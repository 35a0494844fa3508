"""A sky velocity projected onto the table plane at a site and times (:func:`horizontal_velocity`).

* The predicted term is ``A(t) cos(2(θ − φ(t)))`` with ``A = apparatus.wind_amplitude(v_h)``
  and φ the table angle at which arm 1 lies along the in-plane wind axis, reduced to
  ``[0°, 180°)``.  Equivalently, with ``v_0``, ``v_90`` the in-plane components along θ = 0° and
  θ = 90°: ``c₂ + i s₂ = (A / v_h²)(v_0 + i v_90)²`` — a smooth, quadratic function of the
  velocity, which is why it interpolates well in time.  Without the mark's azimuth only the
  in-plane speed (hence the amplitude) is known; a table-frame phase raises ValueError.

The slow parts (precession–nutation matrix, orbital ephemeris) are evaluated on a grid of nodes
no more than ``node_spacing_s`` (default 60 s) apart when a scan has more samples than nodes,
and the east/north/up components are interpolated linearly to every sample.  They vary on the
sidereal-day scale, so each component's interpolation error is below ``(2πΔt/1 day)²/8 ≈ 2.4e-6``
of the speed for 60 s nodes, and amplitudes (quadratic in the velocity) move by about twice that
(measured: 3e-6 for a one-hour scan).  ``node_spacing_s=None`` evaluates every sample exactly
(about 80 µs per sample).

No network
----------
Every astropy call runs inside :func:`nullfit.hypothesis.offline.offline_astropy`: bundled IERS and
leap-second tables only, never a download; dates beyond the tables give an
:class:`~nullfit.hypothesis.offline.EarthOrientationWarning`, not an error or a hang.
"""

from __future__ import annotations

import math
from dataclasses import dataclass, field

import numpy as np

from ..core.render import Described, Summary, fmt
from .earth import EarthOrientation, unix_times
from .site import Site
from .velocities import LabWind, Velocity, parse_velocity


@dataclass(frozen=True, eq=False)
class HorizontalVelocity(Described):
    """A velocity resolved on the local east/north/up axes at the scan's times (m/s arrays).

    Build with :func:`horizontal_velocity`.  ``speed_h_m_s`` and :meth:`amplitude` need no mark
    azimuth; the table-frame quantities do (ValueError otherwise).
    """

    site: Site
    velocity_spec: str
    velocity_label: str
    epoch_unix: float
    time_s: np.ndarray = field(repr=False)
    east: np.ndarray = field(repr=False)
    north: np.ndarray = field(repr=False)
    up: np.ndarray = field(repr=False)
    n_nodes: int = 0

    def to_dict(self) -> dict:
        d = {"velocity": self.velocity_spec, "label": self.velocity_label, "site": self.site.to_dict(),
             "epoch_unix": self.epoch_unix, "n_times": int(self.time_s.size), "n_nodes": self.n_nodes,
             "speed_h_m_s": {"min": float(self.speed_h_m_s.min()), "max": float(self.speed_h_m_s.max()),
                             "mean": float(self.speed_h_m_s.mean())},
             "speed_m_s_mean": float(self.speed_m_s.mean())}
        if self.site.has_mark:
            d["table_phase_deg_first"] = float(self.table_phase_deg[0])
        return d

    def summary(self) -> Summary:
        vh = self.speed_h_m_s
        rows = [("hypothesis", self.velocity_label, ""), ("times", int(self.time_s.size), ""),
                ("speed (mean)", float(self.speed_m_s.mean()), "m/s"),
                ("in-plane speed v_h (min … max)", f"{fmt(float(vh.min()))} … {fmt(float(vh.max()))}", "m/s"),
                ("elevation of the velocity (mean)", float(self.elevation_deg.mean()), "deg")]
        notes = () if self.site.has_mark else ("no mark azimuth: table-frame phases are not available",)
        return Summary(f"Velocity in the table plane at {self.site.name or 'the site'}", tuple(rows), notes)

    def __repr__(self) -> str:
        vh = self.speed_h_m_s
        return (f"HorizontalVelocity({self.velocity_spec}: {self.time_s.size} times, v_h "
                f"{fmt(float(vh.min()))}…{fmt(float(vh.max()))} m/s)")

    @property
    def unix(self) -> np.ndarray:
        return self.epoch_unix + self.time_s

    @property
    def speed_m_s(self) -> np.ndarray:
        """Full 3-D speed."""
        return np.sqrt(self.east**2 + self.north**2 + self.up**2)

    @property
    def speed_h_m_s(self) -> np.ndarray:
        """In-plane (horizontal) speed ``v_h``."""
        return np.hypot(self.east, self.north)

    @property
    def azimuth_deg(self) -> np.ndarray:
        """Compass azimuth of the horizontal velocity, ``[0, 360)`` (the wind blows the opposite way)."""
        return np.mod(np.degrees(np.arctan2(self.east, self.north)), 360.0)

    @property
    def elevation_deg(self) -> np.ndarray:
        """Angle of the velocity above the horizontal plane."""
        return np.degrees(np.arctan2(self.up, self.speed_h_m_s))

    def table_components(self) -> tuple[np.ndarray, np.ndarray]:
        """In-plane components along the table directions θ = 0° and θ = 90° (needs the mark)."""
        a0, a90 = self.site.table_axes_enu()
        return a0[0] * self.east + a0[1] * self.north, a90[0] * self.east + a90[1] * self.north

    @property
    def table_phase_deg(self) -> np.ndarray:
        """φ(t): table angle at which arm 1 lies along the wind axis, ``[0, 180)`` (needs the mark)."""
        v0, v90 = self.table_components()
        return np.mod(np.degrees(np.arctan2(v90, v0)), 180.0)

    def amplitude(self, apparatus) -> np.ndarray:
        """Predicted classical-wind amplitude ``A(t) = apparatus.wind_amplitude(v_h(t))``."""
        return np.asarray(apparatus.wind_amplitude(self.speed_h_m_s))

    def c2s2(self, apparatus) -> tuple[np.ndarray, np.ndarray]:
        """Predicted ``(c₂, s₂)(t)`` in the table frame: ``c₂ + i s₂ = sign·(A/v_h²)(v_0 + i v_90)²``."""
        v0, v90 = self.table_components()
        k = apparatus.readout_sign * float(apparatus.wind_amplitude(1.0))  # amplitude per (m/s)²
        return k * (v0**2 - v90**2), k * 2.0 * v0 * v90


def _node_times(rel: np.ndarray, node_spacing_s: float | None) -> np.ndarray | None:
    """Uniform evaluation nodes over the scan, or None to evaluate at every sample."""
    if node_spacing_s is None or node_spacing_s <= 0:
        return None
    lo, hi = float(rel.min()), float(rel.max())
    n_nodes = max(int(math.ceil((hi - lo) / node_spacing_s)) + 1, 2)
    if rel.size <= n_nodes:
        return None
    return np.linspace(lo, hi, n_nodes)


def horizontal_velocity(site: Site, times=None, velocity: Velocity | str = "orbital", *, epoch_unix=None,
                        time_s=None, node_spacing_s: float | None = 60.0) -> HorizontalVelocity:
    """Resolve a sky velocity on the local east/north/up axes at the site and times.

    Parameters
    ----------
    site
        The :class:`Site` (latitude/longitude needed; the mark only for table-frame phases).
    times
        Unix seconds (UTC) or astropy ``Time``; or ``epoch_unix`` + ``time_s`` (relative seconds).
    velocity
        A :class:`Velocity` or a :func:`parse_velocity` string.
    node_spacing_s
        Evaluate the slow parts on nodes this far apart and interpolate linearly (see the module
        docstring); ``None`` or 0 evaluates at every sample.
    """
    if not isinstance(site, Site):
        raise TypeError("site must be a nullfit Site")
    velocity = parse_velocity(velocity)
    if isinstance(velocity, LabWind):
        raise TypeError("a LabWind is a lab-frame hypothesis; it has no sky velocity to project")
    epoch, rel = unix_times(times, epoch_unix, time_s)
    nodes = _node_times(rel, node_spacing_s)
    eval_rel = rel if nodes is None else nodes
    eo = EarthOrientation(epoch, eval_rel)
    enu = eo.gcrs_to_terrestrial(velocity.gcrs(eo, site)) @ site.enu_basis().T
    if nodes is not None:
        enu = np.stack([np.interp(rel, nodes, enu[:, j]) for j in range(3)], axis=1)
    return HorizontalVelocity(
        site=site,
        velocity_spec=velocity.spec,
        velocity_label=velocity.label,
        epoch_unix=epoch,
        time_s=rel,
        east=enu[:, 0],
        north=enu[:, 1],
        up=enu[:, 2],
        n_nodes=eval_rel.size,
    )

● **What to do**
Please copy out each line of the data in which the word "else" occurs.

● **Result of this exercise**
        notes = () if self.site.has_mark else ("no mark azimuth: table-frame phases are not available",)
    eval_rel = rel if nodes is None else nodes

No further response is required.